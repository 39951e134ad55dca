/**
 * The machine-readable run record embedded in every report as
 * `<script type="application/json" id="tristim-run-record">`: the run's outcome in plain data (cells and their
 * status, acceptance checks with their values and limits, cautions, Methods statements, inputs, files read), so
 * tests and other tools read results without scraping HTML. Numbers are the full values the cells gave, not the
 * rounded text. A reproducible run (`--reproducible`) leaves out every wall-clock value, as the HTML does.
 *
 * Versioned: a tool checks `format` and `version`; fields are only ever added within one version.
 */
import path from "node:path";
import type { CautionRecord, CheckRecord, ErrorRecord, FailureKind, Location } from "../../cells/records.ts";
import type { InputValue } from "../../cells/inputs.ts";
import { cautionResults } from "../records/caution-results.ts";
import { checkResults, countChecks } from "../records/check-results.ts";
import type { NotebookDocument } from "../parse/notebook.ts";
import { runExitCode } from "../records/run-outcome.ts";
import type { CellStatus, RunRecord } from "../records/run-record.ts";
import { jsonForScript } from "./escape.ts";
import { reportModel } from "./report-model.ts";
import { displayPath } from "../text/display-path.ts";

/** The element id of the embedded record. */
export const RUN_RECORD_ELEMENT_ID = "tristim-run-record";
/** The value of `format`, and the current `version`. */
export const RUN_RECORD_FORMAT = "tristim-run-record";
export const RUN_RECORD_VERSION = 1;

/** One cell: its number as the report shows it (1-based), first code line, status, failure, duration. */
export interface EmbeddedCell {
  readonly cell: number;
  readonly firstLine: number;
  readonly status: CellStatus;
  /** The failure was allowed by the cell's may-fail option. */
  readonly failureAllowed?: boolean;
  readonly error?: {
    readonly failure: FailureKind;
    readonly name?: string;
    readonly message: string;
    /** Path relative to the notebook's folder. */
    readonly location?: Location;
  };
  /** How many acceptance checks the cell stated, and how many of them failed. */
  readonly checks: number;
  readonly checksFailed: number;
  /** Left out of a reproducible record. */
  readonly durationMs?: number;
}

/** One acceptance check, as the cell stated it: the check record plus where its row is in the report. */
export interface EmbeddedCheck extends Omit<CheckRecord, "kind"> {
  /** The element id of its row in the report (`check-<cell>-<n>`). */
  readonly id: string;
  readonly cell: number;
}

/** One distinct caution (each text once), where it first appears. */
export interface EmbeddedCaution {
  /** The element id of its box in the report (`caution-<n>`). */
  readonly id: string;
  readonly cell: number;
  readonly title: string;
  readonly text: string;
  readonly about?: CautionRecord["about"];
}

/** One table as the report shows it: its number ("Table n"), caption, columns with units, and the rows as shown. */
export interface EmbeddedTable {
  /** The number of the table in the report ("Table 2" → 2). */
  readonly number: number;
  readonly cell: number;
  readonly caption?: string;
  readonly columns: readonly { readonly label: string; readonly unit?: string; readonly numeric: boolean }[];
  /** Each row's cells as the report prints them (formatted in the cell process). */
  readonly rows: readonly (readonly string[])[];
  /** How many rows the cell gave; more than `rows.length` when the report shows only the first ones. */
  readonly totalRows: number;
}

/** The embedded run record. */
export interface EmbeddedRunRecord {
  readonly format: typeof RUN_RECORD_FORMAT;
  readonly version: typeof RUN_RECORD_VERSION;
  readonly title: string;
  readonly notebook: { readonly file: string; readonly sha256: string };
  readonly tool: { readonly name: string; readonly version: string };
  readonly node: string;
  readonly platform: string;
  /** True for `--reproducible`: then `startedAt` and every `durationMs` are left out. */
  readonly reproducible: boolean;
  readonly startedAt?: string;
  readonly durationMs?: number;
  /** What `tristim run` exits with for this run: 0 all well, 1 a cell failed, 3 an acceptance check failed. */
  readonly exitCode: number;
  readonly counts: {
    readonly cells: Readonly<Record<CellStatus, number>>;
    readonly checks: { readonly passed: number; readonly failed: number };
    readonly cautions: number;
  };
  readonly timeLimitMs: number;
  readonly keepGoing: boolean;
  readonly inputs: readonly {
    readonly name: string;
    readonly value: InputValue;
    readonly setBy: "default" | "--input" | "--each";
  }[];
  readonly cells: readonly EmbeddedCell[];
  readonly checks: readonly EmbeddedCheck[];
  readonly cautions: readonly EmbeddedCaution[];
  /** Every table shown, in the order of the report (added in version 1 with issue 18). */
  readonly tables: readonly EmbeddedTable[];
  readonly methods: readonly { readonly topic: string; readonly statement: string }[];
  /** Cells whose process stopped before reporting its method notes: the Methods may be incomplete. */
  readonly methodsMissingFrom: readonly number[];
  readonly filesRead: readonly {
    readonly path: string;
    readonly sha256: string | null;
    readonly cells: readonly number[];
    readonly imported?: boolean;
  }[];
  readonly events: readonly string[];
  readonly batch?: {
    readonly input: string;
    readonly pattern: string;
    readonly position: number;
    readonly count: number;
    readonly dataFile: string;
  };
}

/** The plain-data record of a run, as embedded in its report. */
export function embeddedRunRecord(
  document: NotebookDocument,
  run: RunRecord,
  title: string,
): EmbeddedRunRecord {
  const dir = path.dirname(document.path);
  const timed = !run.reproducible;
  const checks = checkResults(run);
  const counts = countChecks(run);
  const cellCounts: Record<CellStatus, number> = { ok: 0, failed: 0, "not-run": 0, listing: 0 };
  for (const c of run.cells) cellCounts[c.status]++;
  const cautions = cautionResults(run);
  return {
    format: RUN_RECORD_FORMAT,
    version: RUN_RECORD_VERSION,
    title,
    notebook: { file: path.basename(document.path), sha256: run.notebook.sha256 },
    tool: { name: run.tool.name, version: run.tool.version },
    node: run.node,
    platform: run.platform,
    reproducible: run.reproducible === true,
    ...(timed ? { startedAt: run.startedAt, durationMs: run.durationMs } : {}),
    exitCode: runExitCode(run),
    counts: { cells: cellCounts, checks: counts, cautions: cautions.length },
    timeLimitMs: run.timeLimitMs,
    keepGoing: run.keepGoing,
    inputs: Object.entries(run.inputs).map(([name, value]) => ({
      name,
      value,
      setBy:
        run.batch?.input === name ? "--each" : Object.hasOwn(run.inputsSet, name) ? "--input" : "default",
    })),
    cells: run.cells.map((c) => {
      const own = checks.filter((k) => k.cell === c.index);
      const error = c.outputs.find((o): o is ErrorRecord => o.kind === "error");
      return {
        cell: c.index + 1,
        firstLine: document.cells[c.index]?.firstLine ?? 0,
        status: c.status,
        ...(c.failureAllowed ? { failureAllowed: true } : {}),
        ...(error ? { error: embeddedError(error, dir) } : {}),
        checks: own.length,
        checksFailed: own.filter((k) => !k.record.passed).length,
        ...(timed && c.durationMs !== undefined ? { durationMs: c.durationMs } : {}),
      };
    }),
    checks: checks.map(({ record: r, cell, anchor }) => ({
      id: anchor,
      cell: cell + 1,
      label: r.label,
      passed: r.passed,
      ...(r.value !== undefined ? { value: r.value } : {}),
      ...(r.valueText !== undefined ? { valueText: r.valueText } : {}),
      ...(r.unit !== undefined ? { unit: r.unit } : {}),
      ...(r.limits !== undefined ? { limits: r.limits } : {}),
      ...(r.digits !== undefined ? { digits: r.digits } : {}),
      ...(r.detail !== undefined ? { detail: r.detail } : {}),
      ...(r.decision !== undefined ? { decision: r.decision } : {}),
    })),
    cautions: cautions.map(({ record: r, cell, anchor }) => ({
      id: anchor,
      cell: cell + 1,
      title: r.title,
      text: r.text,
      ...(r.about ? { about: r.about } : {}),
    })),
    tables: tablesShown(document, run),
    methods: run.methods.map((m) => ({ topic: m.topic, statement: m.statement })),
    methodsMissingFrom: (run.methodsMissingFrom ?? []).map((i) => i + 1),
    filesRead: run.filesRead.map((f) => ({
      path: displayPath(f.path, dir, "relative"),
      sha256: f.sha256 ?? null,
      cells: f.cells.map((i) => i + 1),
      ...(f.imported ? { imported: true } : {}),
    })),
    events: [...run.events],
    ...(run.batch ? { batch: { ...run.batch, dataFile: String(run.inputs[run.batch.input]) } } : {}),
  };
}

/** The tables of the run with the numbers and captions the report gives them (from the report model). */
function tablesShown(document: NotebookDocument, run: RunRecord): EmbeddedTable[] {
  const tables: EmbeddedTable[] = [];
  for (const view of reportModel(document, run).cells)
    for (const o of view.outputs)
      if (o.record.kind === "table")
        tables.push({
          number: o.number ?? tables.length + 1,
          cell: view.cell.index + 1,
          ...(o.record.caption !== undefined ? { caption: o.record.caption } : {}),
          columns: o.record.columns.map((c) => ({
            label: c.label,
            ...(c.unit !== undefined ? { unit: c.unit } : {}),
            numeric: c.numeric,
          })),
          rows: o.record.rows.map((r) => [...r]),
          totalRows: o.record.totalRows,
        });
  return tables;
}

function embeddedError(error: ErrorRecord, dir: string): NonNullable<EmbeddedCell["error"]> {
  return {
    failure: error.failure,
    ...(error.name ? { name: error.name } : {}),
    message: error.message,
    ...(error.location
      ? {
          location: {
            file: displayPath(error.location.file, dir, "relative"),
            line: error.location.line,
            column: error.location.column,
          },
        }
      : {}),
  };
}

/** The `<script>` element that carries the record; its JSON cannot close the element (no `<`, `>` or `&` in it). */
export function runRecordScript(record: EmbeddedRunRecord): string {
  return `<script type="application/json" id="${RUN_RECORD_ELEMENT_ID}">${jsonForScript(record)}</script>`;
}

/** Reads the embedded run record back from a report's HTML (for tests and tools); throws when there is none. */
export function readEmbeddedRunRecord(html: string): EmbeddedRunRecord {
  const m = new RegExp(`<script type="application/json" id="${RUN_RECORD_ELEMENT_ID}">([^<]*)</script>`).exec(
    html,
  );
  if (!m)
    throw new Error(
      `no <script id="${RUN_RECORD_ELEMENT_ID}"> element in this HTML; is it a tristim report?`,
    );
  const record = JSON.parse(m[1]!) as EmbeddedRunRecord;
  if (record.format !== RUN_RECORD_FORMAT)
    throw new Error(
      `the embedded record has format ${JSON.stringify(record.format)}, not "${RUN_RECORD_FORMAT}"`,
    );
  return record;
}
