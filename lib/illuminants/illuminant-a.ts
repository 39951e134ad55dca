/** CIE standard illuminant A from its defining formula (CIE 015:2018 eq. 4.1; ISO/CIE 11664-2:2022). */
import { gridWavelengths, type WavelengthGrid } from "../spectrum/grid.ts";
import { spectrum, type Spectrum } from "../spectrum/spectrum.ts";
import { GRID_FIELDS, checkFields } from "../arguments/check-fields.ts";
import { checkNumber } from "../arguments/check-number.ts";

/** S_A(λ) = 100 (560/λ)^5 (exp(1.435e7/(2848·560)) − 1) / (exp(1.435e7/(2848 λ)) − 1), λ in nm (CIE 015:2018 eq. 4.1). */
export function illuminantAValue(wavelengthNm: number): number {
  checkNumber("illuminantAValue", "wavelengthNm", wavelengthNm, { unit: "nm", above: 0 });
  const c2 = 1.435e7;
  return (
    100 * (560 / wavelengthNm) ** 5 * (Math.expm1(c2 / (2848 * 560)) / Math.expm1(c2 / (2848 * wavelengthNm)))
  );
}

/** CIE standard illuminant A on a grid (default 300–830 nm at 1 nm, the range of the CIE table). */
export function illuminantA(grid: WavelengthGrid = { start: 300, end: 830, step: 1 }): Spectrum {
  checkFields("illuminantA", "grid", grid, GRID_FIELDS);
  const w = gridWavelengths(grid);
  return spectrum(w, w.map(illuminantAValue), { name: "CIE illuminant A", quantity: "relative power" });
}
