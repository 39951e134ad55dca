/**
 * A swatches record as a numbered figure. Single swatches sit in a grid; a reference/sample pair is one grid item,
 * its two patches touching side by side under the pair's name, the ΔE00 under both, so a pair is never split across
 * rows or pages. A patch outside the display gamut it was made for carries a symbol on the patch and the words
 * "outside <gamut>" (never colour alone), and a legend line under the swatches says what the symbol means.
 */
import { isSwatchCssColour } from "../../cells/swatch-record.ts";
import type { SwatchesRecord, SwatchRecord } from "../../cells/records.ts";
import { escapeHtml } from "./escape.ts";

/** The symbol on a patch outside its display gamut. */
export const GAMUT_MARK = "◇";

/** One item of the grid: a single swatch, or a reference and its sample. */
type SwatchItem =
  { readonly single: SwatchRecord } | { readonly reference: SwatchRecord; readonly sample: SwatchRecord };

/** The gamut a swatch was made for (sRGB when the record does not say). */
function displayOf(s: SwatchRecord): string {
  return s.display ?? "sRGB";
}

/** True when the patch lies outside the display gamut it was made for (a record without that field: outside sRGB). */
export function outsideDisplay(s: SwatchRecord): boolean {
  return s.outOfDisplayGamut ?? s.outOfGamut === true;
}

/** The swatches grouped into grid items: consecutive reference and sample of one pair form one item. */
export function swatchItems(swatches: readonly SwatchRecord[]): SwatchItem[] {
  const items: SwatchItem[] = [];
  for (let i = 0; i < swatches.length; i++) {
    const s = swatches[i]!;
    const next = swatches[i + 1];
    if (s.pair?.role === "reference" && next?.pair?.role === "sample" && next.pair.label === s.pair.label) {
      items.push({ reference: s, sample: next });
      i++;
    } else {
      items.push({ single: s });
    }
  }
  return items;
}

/** HTML of a swatches record; `number` is its figure number. */
export function renderSwatchFigure(record: SwatchesRecord, number: number): string {
  const items = swatchItems(record.swatches);
  const pairsOnly = items.length > 0 && items.every((item) => !("single" in item));
  const html = items
    .map((item) => ("single" in item ? renderSingle(item.single) : renderPair(item.reference, item.sample)))
    .join("");
  return (
    `<figure class="swatch-figure" id="figure-${number}"><ul class="swatches${pairsOnly ? " swatch-pairs" : ""}">${html}</ul>` +
    `${renderLegend(record.swatches)}<figcaption><span class="label">Figure ${number}.</span>${record.caption ? ` ${escapeHtml(record.caption)}` : ""}</figcaption></figure>`
  );
}

/** Classes of a patch: `out-of-gamut` outside sRGB (its hex is an approximation), `outside-display` marked. */
function gamutClasses(s: SwatchRecord): string {
  return `${s.outOfGamut ? " out-of-gamut" : ""}${outsideDisplay(s) ? " outside-display" : ""}`;
}

function renderSingle(s: SwatchRecord): string {
  return (
    `<li class="swatch${gamutClasses(s)}">${chip(s)}` +
    `<span class="swatch-label">${escapeHtml(s.label)}</span>${details(s)}</li>`
  );
}

function renderPair(reference: SwatchRecord, sample: SwatchRecord): string {
  const name = sample.pair!.label;
  const member = (s: SwatchRecord) =>
    `<div class="swatch pair-member${gamutClasses(s)}">${chip(s)}` +
    `<span class="swatch-label">${escapeHtml(memberLabel(s, name))}</span>${details(s)}</div>`;
  const difference = sample.pair!.deltaE00;
  const under =
    difference === undefined ? "" : `<p class="pair-difference">ΔE00 = ${difference.toFixed(2)}</p>`;
  return `<li class="swatch-pair"><p class="pair-label">${escapeHtml(name)}</p><div class="pair-members">${member(reference)}${member(sample)}</div>${under}</li>`;
}

/** Under each patch of a pair: its role ("reference"), or its own label when that says more than "<pair> <role>". */
function memberLabel(s: SwatchRecord, pairLabel: string): string {
  const role = s.pair!.role;
  return s.label === `${pairLabel} ${role}` || s.label === pairLabel || s.label === "" ? role : s.label;
}

function chip(s: SwatchRecord): string {
  // The css was checked in the cell process; checked again here, so no record can make the page fetch anything.
  const css = s.css !== undefined && isSwatchCssColour(s.css) ? s.css : undefined;
  const style = `background:${s.hex};${css ? `background:${css};` : ""}`;
  const mark = outsideDisplay(s)
    ? `<span class="gamut-mark" title="Outside the ${escapeHtml(displayOf(s))} gamut">${GAMUT_MARK}</span>`
    : "";
  return `<span class="chip" style="${escapeHtml(style)}">${mark}</span>`;
}

/** The hex, the note, and the gamut words (left out when the note already says them). */
function details(s: SwatchRecord): string {
  const note = s.note ? `<span class="swatch-note">${escapeHtml(s.note)}</span>` : "";
  return `<span class="swatch-value">${escapeHtml(s.hex)}</span>${note}${gamutWords(s)}`;
}

function gamutWords(s: SwatchRecord): string {
  const note = s.note ?? "";
  const display = displayOf(s);
  // Beyond BT.2020 too (a spectral colour, a laser): no standard display gamut holds it.
  const beyond =
    s.inGamut?.bt2020 === false && display !== "BT.2020" && !note.includes("outside BT.2020")
      ? "; outside BT.2020 too"
      : "";
  if (outsideDisplay(s)) {
    const words = `outside ${display}`;
    // lib/plot's current swatches already say it in their note ("outside sRGB: shown …"): not twice.
    if (note.includes(words))
      return beyond ? `<span class="gamut-note">${escapeHtml(beyond.slice(2))}</span>` : "";
    return `<span class="gamut-flag"><span aria-hidden="true">${GAMUT_MARK}</span> ${escapeHtml(words + beyond)}</span>`;
  }
  if (s.outOfGamut && !note.includes("outside sRGB")) {
    // Inside the chosen wide display gamut: exact on such a screen; only the sRGB fallback is an approximation.
    return `<span class="gamut-note">outside sRGB</span>`;
  }
  return "";
}

/** The legend line under swatches that carry the gamut mark. */
function renderLegend(swatches: readonly SwatchRecord[]): string {
  const marked = swatches.filter(outsideDisplay);
  if (marked.length === 0) return "";
  const displays = [...new Set(marked.map(displayOf))];
  const gamut =
    displays.length === 1
      ? `the ${displays[0]} gamut`
      : `the display gamut it was made for (${displays.join(", ")})`;
  return (
    `<p class="swatch-legend"><span class="gamut-mark-key">${GAMUT_MARK}</span> marks a patch whose colour lies outside ${escapeHtml(gamut)}: ` +
    `no such screen shows it exactly, so the patch is an approximation.</p>`
  );
}
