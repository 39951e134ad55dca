/** Syntax highlighting of code in reports (highlight.js core with the languages notebooks show). */
import hljs from "highlight.js/lib/core";
import bash from "highlight.js/lib/languages/bash";
import css from "highlight.js/lib/languages/css";
import javascript from "highlight.js/lib/languages/javascript";
import json from "highlight.js/lib/languages/json";
import plaintext from "highlight.js/lib/languages/plaintext";
import typescript from "highlight.js/lib/languages/typescript";
import xml from "highlight.js/lib/languages/xml";
import yaml from "highlight.js/lib/languages/yaml";
import { escapeHtml } from "./escape.ts";

hljs.registerLanguage("typescript", typescript);
hljs.registerLanguage("javascript", javascript);
hljs.registerLanguage("json", json);
hljs.registerLanguage("yaml", yaml);
hljs.registerLanguage("bash", bash);
hljs.registerLanguage("css", css);
hljs.registerLanguage("xml", xml);
hljs.registerLanguage("plaintext", plaintext);
hljs.registerAliases(["ts"], { languageName: "typescript" });
hljs.registerAliases(["js", "mjs"], { languageName: "javascript" });
hljs.registerAliases(["sh", "shell", "console"], { languageName: "bash" });
hljs.registerAliases(["html"], { languageName: "xml" });
hljs.registerAliases(["yml"], { languageName: "yaml" });

/** Highlighted code already made in this process, by language and code (see prewarmHighlighting). */
const made = new Map<string, string>();
/** How many highlighted pieces are kept (a long watch session would otherwise keep every edit). */
const KEEP = 2000;

/** Highlighted HTML for code in a language (escaped plain text for languages it does not know). */
export function highlight(code: string, language: string): string {
  const lang = language.toLowerCase();
  if (!lang || !hljs.getLanguage(lang)) return escapeHtml(code);
  const key = `${lang}\0${code}`;
  let html = made.get(key);
  if (html === undefined) {
    html = hljs.highlight(code, { language: lang, ignoreIllegals: true }).value;
    if (made.size >= KEEP) made.clear();
    made.set(key, html);
  }
  return html;
}

/**
 * Highlights pieces of code ahead of the report, one piece per turn of the event loop, so that it is done while
 * the runner waits for the cells (highlighting a 20-cell notebook took about 60 ms of the report's writing, most
 * of it highlight.js building its TypeScript grammar on first use), without holding up the cells' messages.
 */
export function prewarmHighlighting(
  pieces: readonly { readonly code: string; readonly language: string }[],
): void {
  let next = 0;
  const step = () => {
    const piece = pieces[next++];
    if (!piece) return;
    highlight(piece.code, piece.language);
    setImmediate(step).unref();
  };
  setImmediate(step).unref();
}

____

### DIRECTIONS FOR THIS TASK:
What lines in the listing include the string "timed"? Copy them out.

### SOLUTION TO THIS TASK:
  const timed = !run.reproducible;
    ...(timed ? { startedAt: run.startedAt, durationMs: run.durationMs } : {}),
        ...(timed && c.durationMs !== undefined ? { durationMs: c.durationMs } : {}),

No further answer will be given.